» Your assignment: Although the data below holds other lines too, output only those from the line with "import numpy as np" up to and including the line with "np.cos(_ANGLE) ** 2", exactly as they appear.

------

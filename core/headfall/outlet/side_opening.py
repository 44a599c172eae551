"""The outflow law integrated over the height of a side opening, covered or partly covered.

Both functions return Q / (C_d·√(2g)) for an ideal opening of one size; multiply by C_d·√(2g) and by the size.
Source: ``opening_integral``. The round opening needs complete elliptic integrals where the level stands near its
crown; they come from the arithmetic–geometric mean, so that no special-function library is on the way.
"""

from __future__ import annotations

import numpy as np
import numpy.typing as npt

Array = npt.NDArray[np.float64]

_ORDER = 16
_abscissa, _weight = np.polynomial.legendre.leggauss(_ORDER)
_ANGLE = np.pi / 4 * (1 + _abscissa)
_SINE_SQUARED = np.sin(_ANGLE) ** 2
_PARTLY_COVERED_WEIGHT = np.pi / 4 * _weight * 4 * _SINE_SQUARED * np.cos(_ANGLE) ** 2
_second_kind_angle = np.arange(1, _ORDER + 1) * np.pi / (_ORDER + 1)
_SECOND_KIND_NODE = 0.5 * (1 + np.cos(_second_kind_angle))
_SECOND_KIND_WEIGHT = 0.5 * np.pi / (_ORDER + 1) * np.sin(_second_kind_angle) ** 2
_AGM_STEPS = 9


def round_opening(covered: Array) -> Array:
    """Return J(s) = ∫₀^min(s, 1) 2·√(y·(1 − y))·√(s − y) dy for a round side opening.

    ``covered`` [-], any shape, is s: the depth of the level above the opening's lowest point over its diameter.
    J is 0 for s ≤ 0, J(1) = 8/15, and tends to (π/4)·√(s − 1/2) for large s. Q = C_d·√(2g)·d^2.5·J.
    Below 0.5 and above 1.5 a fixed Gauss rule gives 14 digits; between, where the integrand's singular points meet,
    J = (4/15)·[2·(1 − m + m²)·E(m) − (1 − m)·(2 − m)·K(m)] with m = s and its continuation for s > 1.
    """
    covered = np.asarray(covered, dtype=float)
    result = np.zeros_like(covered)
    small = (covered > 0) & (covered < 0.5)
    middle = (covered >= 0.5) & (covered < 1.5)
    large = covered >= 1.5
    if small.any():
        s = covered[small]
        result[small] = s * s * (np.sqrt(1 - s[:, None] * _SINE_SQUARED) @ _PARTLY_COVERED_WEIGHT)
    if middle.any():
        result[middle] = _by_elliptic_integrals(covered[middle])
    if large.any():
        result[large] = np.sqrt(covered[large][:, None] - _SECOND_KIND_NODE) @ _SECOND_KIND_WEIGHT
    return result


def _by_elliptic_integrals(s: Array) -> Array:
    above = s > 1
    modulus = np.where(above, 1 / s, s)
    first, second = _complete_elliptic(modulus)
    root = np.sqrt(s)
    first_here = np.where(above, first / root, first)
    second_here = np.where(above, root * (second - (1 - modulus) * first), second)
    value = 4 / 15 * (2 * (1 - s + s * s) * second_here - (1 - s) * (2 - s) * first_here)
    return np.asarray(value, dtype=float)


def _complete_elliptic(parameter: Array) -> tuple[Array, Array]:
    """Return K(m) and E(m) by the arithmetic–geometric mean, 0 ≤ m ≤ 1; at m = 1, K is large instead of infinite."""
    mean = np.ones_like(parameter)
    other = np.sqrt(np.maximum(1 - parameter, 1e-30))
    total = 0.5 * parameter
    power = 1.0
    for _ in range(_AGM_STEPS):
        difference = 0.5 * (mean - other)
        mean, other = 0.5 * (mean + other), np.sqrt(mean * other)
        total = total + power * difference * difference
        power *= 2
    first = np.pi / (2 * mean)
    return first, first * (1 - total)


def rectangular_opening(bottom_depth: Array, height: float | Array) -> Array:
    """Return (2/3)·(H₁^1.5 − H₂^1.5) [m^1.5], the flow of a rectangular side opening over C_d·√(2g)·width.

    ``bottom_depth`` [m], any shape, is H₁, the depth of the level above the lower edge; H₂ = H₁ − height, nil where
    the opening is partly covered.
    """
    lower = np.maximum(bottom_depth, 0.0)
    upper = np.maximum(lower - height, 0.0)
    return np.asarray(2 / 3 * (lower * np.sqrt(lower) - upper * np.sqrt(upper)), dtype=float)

------

» Finished task:
import numpy as np
import numpy.typing as npt

Array = npt.NDArray[np.float64]

_ORDER = 16
_abscissa, _weight = np.polynomial.legendre.leggauss(_ORDER)
_ANGLE = np.pi / 4 * (1 + _abscissa)
_SINE_SQUARED = np.sin(_ANGLE) ** 2
_PARTLY_COVERED_WEIGHT = np.pi / 4 * _weight * 4 * _SINE_SQUARED * np.cos(_ANGLE) ** 2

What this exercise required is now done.